• Task requirements
From the records below, transcribe only the lines running from the one with "pub fn columns(&self)" through the one with "tally.groups.insert(Vec::new(), 0);". Keep both of those end lines.

Data excerpts:
BEGIN

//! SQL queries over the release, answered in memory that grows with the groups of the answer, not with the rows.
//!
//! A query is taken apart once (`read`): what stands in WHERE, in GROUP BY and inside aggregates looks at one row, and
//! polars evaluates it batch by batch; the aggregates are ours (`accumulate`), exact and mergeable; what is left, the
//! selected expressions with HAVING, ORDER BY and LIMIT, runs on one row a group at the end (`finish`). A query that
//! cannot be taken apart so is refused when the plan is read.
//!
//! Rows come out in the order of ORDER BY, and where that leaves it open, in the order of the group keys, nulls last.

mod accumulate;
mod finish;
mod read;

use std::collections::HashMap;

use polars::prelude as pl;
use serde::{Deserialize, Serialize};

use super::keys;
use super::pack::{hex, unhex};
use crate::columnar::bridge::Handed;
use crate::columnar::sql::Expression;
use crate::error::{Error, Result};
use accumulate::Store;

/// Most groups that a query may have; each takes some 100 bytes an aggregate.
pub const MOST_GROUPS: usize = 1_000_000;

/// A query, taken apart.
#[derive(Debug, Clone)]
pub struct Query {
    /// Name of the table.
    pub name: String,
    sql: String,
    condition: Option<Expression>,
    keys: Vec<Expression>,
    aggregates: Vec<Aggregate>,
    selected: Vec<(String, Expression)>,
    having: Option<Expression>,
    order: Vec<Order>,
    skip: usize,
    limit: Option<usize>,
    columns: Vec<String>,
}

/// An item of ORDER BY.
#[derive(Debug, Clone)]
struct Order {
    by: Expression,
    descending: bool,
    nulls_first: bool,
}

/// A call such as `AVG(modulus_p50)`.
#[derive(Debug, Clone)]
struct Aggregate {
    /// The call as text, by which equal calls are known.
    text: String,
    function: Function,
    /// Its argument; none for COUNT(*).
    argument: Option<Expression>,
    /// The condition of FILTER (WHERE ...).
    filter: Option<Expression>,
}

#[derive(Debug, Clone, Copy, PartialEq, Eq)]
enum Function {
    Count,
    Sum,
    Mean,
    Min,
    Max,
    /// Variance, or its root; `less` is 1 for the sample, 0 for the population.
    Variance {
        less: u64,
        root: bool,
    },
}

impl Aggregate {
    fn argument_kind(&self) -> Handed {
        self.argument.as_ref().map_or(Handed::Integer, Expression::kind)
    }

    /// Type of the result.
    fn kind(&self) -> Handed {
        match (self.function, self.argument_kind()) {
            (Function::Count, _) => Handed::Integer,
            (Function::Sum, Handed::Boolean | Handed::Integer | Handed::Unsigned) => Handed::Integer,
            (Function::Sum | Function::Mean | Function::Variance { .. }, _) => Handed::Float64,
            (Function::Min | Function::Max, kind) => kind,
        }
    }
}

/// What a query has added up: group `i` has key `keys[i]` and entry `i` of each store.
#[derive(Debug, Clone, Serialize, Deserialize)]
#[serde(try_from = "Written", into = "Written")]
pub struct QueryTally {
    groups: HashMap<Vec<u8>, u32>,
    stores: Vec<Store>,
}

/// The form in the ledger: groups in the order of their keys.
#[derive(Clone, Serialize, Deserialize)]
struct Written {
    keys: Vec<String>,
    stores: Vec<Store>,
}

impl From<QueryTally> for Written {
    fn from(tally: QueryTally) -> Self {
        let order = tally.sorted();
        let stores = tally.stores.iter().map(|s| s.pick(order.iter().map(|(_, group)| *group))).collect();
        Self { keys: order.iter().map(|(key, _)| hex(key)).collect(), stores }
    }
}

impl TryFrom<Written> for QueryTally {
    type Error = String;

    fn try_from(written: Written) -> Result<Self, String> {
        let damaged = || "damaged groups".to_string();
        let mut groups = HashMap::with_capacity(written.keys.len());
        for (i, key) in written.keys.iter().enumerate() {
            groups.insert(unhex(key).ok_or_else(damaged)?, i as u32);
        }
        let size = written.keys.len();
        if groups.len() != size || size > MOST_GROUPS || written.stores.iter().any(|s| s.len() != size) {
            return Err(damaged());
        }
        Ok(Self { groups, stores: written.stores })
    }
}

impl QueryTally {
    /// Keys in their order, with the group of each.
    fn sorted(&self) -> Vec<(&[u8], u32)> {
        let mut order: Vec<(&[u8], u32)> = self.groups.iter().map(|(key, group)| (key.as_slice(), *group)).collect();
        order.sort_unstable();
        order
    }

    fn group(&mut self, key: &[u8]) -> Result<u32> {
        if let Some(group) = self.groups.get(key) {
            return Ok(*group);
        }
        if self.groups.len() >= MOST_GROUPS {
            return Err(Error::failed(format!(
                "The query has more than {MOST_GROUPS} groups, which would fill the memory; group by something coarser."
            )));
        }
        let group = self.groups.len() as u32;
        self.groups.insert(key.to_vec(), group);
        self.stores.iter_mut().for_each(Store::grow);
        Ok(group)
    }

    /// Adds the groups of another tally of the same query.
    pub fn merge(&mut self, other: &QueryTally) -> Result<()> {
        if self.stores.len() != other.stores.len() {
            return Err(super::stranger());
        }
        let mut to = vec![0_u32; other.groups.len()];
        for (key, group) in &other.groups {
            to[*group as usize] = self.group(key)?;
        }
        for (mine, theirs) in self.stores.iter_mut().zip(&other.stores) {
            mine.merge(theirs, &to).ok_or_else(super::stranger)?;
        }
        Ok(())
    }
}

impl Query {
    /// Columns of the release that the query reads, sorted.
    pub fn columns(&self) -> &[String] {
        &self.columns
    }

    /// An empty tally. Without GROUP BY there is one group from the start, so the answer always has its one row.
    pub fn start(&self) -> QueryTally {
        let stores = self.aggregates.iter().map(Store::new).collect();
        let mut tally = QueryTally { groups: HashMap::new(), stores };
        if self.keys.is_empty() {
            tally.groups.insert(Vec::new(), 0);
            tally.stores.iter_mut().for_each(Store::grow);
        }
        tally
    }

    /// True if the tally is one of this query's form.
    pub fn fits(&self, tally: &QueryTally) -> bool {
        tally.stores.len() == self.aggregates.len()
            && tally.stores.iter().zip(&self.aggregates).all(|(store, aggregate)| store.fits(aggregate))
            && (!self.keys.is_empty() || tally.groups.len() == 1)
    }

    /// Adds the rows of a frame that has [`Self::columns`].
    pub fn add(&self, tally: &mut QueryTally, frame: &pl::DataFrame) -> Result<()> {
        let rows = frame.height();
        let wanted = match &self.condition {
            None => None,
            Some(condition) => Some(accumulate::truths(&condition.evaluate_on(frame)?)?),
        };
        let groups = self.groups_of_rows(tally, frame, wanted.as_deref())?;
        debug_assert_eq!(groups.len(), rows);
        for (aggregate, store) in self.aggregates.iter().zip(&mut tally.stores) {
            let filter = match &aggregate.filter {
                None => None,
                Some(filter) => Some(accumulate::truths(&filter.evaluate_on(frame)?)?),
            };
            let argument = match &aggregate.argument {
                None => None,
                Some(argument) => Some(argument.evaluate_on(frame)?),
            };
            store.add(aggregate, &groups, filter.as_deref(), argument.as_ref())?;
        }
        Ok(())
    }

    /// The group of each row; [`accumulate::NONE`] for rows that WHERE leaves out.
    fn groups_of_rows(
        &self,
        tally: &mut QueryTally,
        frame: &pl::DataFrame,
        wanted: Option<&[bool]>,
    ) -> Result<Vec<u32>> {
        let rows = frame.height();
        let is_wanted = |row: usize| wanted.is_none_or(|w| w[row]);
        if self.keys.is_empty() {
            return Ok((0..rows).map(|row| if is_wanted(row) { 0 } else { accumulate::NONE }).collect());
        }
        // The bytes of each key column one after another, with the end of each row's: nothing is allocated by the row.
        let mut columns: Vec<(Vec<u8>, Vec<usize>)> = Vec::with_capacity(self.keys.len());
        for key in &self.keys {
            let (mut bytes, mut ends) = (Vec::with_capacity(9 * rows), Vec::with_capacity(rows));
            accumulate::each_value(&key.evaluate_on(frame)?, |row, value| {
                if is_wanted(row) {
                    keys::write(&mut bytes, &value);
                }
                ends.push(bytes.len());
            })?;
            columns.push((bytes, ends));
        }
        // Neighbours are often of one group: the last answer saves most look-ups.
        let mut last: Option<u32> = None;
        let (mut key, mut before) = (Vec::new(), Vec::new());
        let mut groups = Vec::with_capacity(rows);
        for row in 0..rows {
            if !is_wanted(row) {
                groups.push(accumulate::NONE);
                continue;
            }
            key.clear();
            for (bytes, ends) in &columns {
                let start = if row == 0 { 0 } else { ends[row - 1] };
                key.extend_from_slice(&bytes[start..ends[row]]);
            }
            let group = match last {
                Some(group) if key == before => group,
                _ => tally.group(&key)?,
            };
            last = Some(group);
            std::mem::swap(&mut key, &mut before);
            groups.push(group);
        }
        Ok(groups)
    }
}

END
BEGIN

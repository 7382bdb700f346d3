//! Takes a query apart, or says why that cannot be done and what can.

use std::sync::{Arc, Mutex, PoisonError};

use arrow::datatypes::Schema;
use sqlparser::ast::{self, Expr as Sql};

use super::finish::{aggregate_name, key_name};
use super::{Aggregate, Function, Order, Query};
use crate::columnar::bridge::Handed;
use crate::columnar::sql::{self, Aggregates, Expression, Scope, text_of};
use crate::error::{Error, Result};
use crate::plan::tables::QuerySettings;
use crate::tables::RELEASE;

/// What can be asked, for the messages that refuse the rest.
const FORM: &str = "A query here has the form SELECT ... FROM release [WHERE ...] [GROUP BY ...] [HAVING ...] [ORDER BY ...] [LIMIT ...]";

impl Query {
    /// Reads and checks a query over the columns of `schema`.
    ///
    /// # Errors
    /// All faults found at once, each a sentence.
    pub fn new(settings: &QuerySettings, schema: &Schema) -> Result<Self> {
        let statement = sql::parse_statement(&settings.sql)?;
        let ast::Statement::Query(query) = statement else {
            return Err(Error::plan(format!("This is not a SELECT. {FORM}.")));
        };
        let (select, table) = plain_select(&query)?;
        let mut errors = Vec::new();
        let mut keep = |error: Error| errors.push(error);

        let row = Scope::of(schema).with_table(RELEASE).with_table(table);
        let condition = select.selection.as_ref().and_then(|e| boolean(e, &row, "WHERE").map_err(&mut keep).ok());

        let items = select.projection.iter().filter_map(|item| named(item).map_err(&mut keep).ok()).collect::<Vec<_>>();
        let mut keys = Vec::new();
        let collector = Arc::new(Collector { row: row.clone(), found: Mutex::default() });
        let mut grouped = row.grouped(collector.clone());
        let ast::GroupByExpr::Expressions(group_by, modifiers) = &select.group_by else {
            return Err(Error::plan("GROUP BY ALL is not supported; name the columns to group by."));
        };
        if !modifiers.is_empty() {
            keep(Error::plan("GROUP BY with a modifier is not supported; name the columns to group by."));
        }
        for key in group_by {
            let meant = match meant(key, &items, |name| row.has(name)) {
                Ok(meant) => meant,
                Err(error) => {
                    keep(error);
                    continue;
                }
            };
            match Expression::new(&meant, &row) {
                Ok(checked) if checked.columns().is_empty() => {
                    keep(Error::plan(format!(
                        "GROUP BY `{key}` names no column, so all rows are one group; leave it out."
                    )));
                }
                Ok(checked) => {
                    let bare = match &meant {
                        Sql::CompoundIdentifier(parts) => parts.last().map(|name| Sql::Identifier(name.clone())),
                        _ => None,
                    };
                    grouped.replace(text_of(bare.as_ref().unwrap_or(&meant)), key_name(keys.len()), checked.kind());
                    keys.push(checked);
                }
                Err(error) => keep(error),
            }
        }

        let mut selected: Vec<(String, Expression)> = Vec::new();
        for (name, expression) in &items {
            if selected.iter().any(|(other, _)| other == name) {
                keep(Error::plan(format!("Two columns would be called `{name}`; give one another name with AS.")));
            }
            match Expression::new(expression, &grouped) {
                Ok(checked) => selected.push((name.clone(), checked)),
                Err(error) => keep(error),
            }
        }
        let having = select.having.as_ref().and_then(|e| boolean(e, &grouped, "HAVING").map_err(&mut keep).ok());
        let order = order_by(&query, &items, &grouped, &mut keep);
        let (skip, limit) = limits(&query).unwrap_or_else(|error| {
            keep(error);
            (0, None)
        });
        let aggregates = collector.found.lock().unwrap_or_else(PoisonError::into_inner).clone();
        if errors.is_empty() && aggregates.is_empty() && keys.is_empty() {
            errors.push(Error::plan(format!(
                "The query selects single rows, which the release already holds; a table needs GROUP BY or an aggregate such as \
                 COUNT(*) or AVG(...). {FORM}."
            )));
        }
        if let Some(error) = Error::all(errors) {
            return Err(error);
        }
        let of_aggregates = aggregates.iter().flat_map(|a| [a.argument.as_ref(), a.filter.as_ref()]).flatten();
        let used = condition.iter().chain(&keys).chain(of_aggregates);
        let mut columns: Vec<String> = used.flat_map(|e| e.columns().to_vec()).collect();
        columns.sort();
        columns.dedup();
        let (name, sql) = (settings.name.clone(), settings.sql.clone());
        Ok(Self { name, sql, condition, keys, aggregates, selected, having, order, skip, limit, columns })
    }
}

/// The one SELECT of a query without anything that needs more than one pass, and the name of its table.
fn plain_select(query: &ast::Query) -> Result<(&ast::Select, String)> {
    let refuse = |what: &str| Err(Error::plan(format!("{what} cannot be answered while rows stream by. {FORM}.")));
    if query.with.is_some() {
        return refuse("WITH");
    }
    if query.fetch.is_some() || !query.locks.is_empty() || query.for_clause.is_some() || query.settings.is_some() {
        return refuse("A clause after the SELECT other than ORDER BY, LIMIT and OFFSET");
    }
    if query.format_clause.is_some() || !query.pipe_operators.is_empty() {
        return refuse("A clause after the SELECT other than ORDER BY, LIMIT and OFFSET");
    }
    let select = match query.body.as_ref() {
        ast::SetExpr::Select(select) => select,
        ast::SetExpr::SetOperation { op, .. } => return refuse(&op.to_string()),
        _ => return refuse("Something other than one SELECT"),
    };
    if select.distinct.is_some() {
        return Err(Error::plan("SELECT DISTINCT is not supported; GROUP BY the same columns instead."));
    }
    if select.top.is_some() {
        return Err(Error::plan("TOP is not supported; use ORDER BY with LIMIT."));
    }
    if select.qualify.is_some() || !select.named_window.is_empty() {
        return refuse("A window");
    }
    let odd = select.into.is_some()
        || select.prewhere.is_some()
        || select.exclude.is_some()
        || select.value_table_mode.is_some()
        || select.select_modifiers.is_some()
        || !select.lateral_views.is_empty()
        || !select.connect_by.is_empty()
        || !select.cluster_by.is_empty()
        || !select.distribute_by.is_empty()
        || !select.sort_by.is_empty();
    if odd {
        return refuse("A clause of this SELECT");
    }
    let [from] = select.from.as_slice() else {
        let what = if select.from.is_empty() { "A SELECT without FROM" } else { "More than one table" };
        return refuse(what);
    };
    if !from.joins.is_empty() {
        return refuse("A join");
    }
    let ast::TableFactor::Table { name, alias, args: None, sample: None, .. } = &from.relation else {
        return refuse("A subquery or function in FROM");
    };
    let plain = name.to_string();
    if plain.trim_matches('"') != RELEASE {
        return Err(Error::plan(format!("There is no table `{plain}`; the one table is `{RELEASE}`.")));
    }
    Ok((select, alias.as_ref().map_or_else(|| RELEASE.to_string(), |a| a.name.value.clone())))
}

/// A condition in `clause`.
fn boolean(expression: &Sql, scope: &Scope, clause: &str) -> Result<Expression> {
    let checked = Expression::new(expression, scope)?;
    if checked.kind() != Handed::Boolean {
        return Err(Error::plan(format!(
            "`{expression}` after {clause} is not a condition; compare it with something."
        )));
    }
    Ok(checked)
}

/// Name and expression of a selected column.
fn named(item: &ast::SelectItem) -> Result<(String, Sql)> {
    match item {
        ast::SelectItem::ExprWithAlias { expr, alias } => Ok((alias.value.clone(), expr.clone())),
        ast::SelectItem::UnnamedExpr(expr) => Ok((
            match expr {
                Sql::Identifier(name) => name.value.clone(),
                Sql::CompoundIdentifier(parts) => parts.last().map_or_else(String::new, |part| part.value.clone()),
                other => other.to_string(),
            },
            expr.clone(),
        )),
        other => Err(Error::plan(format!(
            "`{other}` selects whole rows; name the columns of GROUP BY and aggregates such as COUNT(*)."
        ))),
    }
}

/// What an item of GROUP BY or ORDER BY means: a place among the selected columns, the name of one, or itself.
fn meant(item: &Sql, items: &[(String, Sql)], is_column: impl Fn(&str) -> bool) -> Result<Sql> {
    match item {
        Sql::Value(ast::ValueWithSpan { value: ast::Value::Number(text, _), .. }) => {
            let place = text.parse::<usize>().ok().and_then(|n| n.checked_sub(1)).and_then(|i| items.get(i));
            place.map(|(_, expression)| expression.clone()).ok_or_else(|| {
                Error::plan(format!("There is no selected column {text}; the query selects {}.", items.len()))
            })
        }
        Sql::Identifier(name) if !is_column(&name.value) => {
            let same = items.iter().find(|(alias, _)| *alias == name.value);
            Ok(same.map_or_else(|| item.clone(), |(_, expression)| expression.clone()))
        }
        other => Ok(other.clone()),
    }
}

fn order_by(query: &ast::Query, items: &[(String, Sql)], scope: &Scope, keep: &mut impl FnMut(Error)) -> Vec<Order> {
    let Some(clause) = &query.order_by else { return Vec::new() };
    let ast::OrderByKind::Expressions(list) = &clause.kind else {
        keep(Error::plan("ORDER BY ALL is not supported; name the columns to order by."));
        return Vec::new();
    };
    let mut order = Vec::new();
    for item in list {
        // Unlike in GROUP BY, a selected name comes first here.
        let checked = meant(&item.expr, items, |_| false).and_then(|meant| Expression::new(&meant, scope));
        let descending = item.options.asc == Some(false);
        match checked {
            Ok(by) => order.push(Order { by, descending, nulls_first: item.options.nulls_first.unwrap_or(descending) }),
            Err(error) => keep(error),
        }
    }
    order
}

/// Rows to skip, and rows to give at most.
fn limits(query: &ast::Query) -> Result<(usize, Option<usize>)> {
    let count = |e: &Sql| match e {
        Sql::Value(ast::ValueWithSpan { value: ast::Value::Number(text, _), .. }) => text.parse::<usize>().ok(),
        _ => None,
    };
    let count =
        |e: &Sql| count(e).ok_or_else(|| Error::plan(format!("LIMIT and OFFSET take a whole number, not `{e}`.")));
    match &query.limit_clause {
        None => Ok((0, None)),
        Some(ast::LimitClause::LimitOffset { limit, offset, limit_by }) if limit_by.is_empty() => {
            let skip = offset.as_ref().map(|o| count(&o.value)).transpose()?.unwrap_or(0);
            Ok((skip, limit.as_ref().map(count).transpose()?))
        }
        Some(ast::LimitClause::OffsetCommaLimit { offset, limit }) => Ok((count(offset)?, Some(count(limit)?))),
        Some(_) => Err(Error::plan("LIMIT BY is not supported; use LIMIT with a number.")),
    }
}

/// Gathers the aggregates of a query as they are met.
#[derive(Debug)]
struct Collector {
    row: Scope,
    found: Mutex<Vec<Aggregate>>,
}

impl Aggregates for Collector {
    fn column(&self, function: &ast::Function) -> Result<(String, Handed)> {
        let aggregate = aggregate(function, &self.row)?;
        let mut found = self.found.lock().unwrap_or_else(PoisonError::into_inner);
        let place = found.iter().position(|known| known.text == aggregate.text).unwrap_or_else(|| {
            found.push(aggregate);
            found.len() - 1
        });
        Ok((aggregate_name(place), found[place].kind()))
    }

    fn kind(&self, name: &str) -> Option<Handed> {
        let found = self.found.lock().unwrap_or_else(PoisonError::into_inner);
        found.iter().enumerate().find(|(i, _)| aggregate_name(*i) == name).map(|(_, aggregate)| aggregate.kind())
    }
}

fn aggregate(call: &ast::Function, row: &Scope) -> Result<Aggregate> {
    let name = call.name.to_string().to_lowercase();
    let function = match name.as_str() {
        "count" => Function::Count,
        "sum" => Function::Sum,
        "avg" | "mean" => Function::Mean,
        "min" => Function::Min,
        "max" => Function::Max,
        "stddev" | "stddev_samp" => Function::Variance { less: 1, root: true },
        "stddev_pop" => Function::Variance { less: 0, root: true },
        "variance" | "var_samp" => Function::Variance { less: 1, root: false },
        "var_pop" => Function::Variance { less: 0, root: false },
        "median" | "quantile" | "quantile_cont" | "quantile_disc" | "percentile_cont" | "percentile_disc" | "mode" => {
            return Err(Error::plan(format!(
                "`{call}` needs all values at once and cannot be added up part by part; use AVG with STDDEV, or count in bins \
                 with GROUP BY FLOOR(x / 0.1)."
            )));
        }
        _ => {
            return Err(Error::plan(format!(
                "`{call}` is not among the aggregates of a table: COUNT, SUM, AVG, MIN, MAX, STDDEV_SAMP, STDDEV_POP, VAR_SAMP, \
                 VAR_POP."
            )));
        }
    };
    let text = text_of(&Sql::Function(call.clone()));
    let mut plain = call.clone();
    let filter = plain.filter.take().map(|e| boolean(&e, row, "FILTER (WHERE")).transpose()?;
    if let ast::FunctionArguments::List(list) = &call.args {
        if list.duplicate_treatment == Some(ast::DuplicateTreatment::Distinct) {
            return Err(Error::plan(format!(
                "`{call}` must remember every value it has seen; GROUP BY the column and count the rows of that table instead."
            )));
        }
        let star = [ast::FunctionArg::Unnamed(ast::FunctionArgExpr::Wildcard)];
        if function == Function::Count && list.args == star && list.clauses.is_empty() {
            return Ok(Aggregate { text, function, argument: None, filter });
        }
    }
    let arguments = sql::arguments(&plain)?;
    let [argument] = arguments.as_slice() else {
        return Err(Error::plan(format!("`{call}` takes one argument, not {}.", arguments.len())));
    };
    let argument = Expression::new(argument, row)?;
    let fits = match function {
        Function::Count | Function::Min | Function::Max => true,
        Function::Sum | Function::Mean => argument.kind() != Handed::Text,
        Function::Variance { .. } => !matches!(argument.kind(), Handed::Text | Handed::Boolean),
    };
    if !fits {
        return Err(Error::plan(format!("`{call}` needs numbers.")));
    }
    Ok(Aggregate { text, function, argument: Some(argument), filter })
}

END
BEGIN

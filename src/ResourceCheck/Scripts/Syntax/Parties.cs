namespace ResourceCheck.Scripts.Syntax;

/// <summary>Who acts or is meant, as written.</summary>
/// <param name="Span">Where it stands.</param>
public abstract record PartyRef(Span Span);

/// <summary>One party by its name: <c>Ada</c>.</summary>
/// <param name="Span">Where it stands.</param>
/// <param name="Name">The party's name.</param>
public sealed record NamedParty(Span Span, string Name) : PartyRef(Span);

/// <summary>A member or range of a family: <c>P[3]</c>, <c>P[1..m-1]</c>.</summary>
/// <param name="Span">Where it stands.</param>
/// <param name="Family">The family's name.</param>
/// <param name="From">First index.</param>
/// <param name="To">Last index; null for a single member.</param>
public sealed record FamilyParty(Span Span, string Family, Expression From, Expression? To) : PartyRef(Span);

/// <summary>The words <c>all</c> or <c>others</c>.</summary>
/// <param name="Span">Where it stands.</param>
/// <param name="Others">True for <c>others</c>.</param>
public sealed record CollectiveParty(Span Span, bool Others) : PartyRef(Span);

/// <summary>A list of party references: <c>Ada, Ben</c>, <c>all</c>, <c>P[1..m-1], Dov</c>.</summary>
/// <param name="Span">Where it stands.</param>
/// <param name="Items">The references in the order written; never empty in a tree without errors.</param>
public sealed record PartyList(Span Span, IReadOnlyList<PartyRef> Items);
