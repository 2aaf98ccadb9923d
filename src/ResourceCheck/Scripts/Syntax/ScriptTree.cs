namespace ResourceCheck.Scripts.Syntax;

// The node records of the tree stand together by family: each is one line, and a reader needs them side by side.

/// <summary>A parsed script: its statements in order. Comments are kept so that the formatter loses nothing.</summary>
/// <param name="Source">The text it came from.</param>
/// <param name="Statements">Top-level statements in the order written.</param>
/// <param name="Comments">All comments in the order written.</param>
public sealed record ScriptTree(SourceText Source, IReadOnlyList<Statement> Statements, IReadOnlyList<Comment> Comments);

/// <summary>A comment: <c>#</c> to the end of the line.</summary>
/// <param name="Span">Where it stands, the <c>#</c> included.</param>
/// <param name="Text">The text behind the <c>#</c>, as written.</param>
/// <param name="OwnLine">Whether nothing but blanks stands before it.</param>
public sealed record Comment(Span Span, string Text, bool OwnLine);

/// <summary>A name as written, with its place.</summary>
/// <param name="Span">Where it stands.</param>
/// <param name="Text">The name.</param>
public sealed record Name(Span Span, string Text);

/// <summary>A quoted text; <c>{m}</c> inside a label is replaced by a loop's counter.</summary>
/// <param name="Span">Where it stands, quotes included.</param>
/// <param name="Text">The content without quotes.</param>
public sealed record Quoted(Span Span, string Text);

END

• Response to the exercise
    pub fn columns(&self) -> &[String] {
        &self.columns
    }

    /// An empty tally. Without GROUP BY there is one group from the start, so the answer always has its one row.
    pub fn start(&self) -> QueryTally {
        let stores = self.aggregates.iter().map(Store::new).collect();
        let mut tally = QueryTally { groups: HashMap::new(), stores };
        if self.keys.is_empty() {
            tally.groups.insert(Vec::new(), 0);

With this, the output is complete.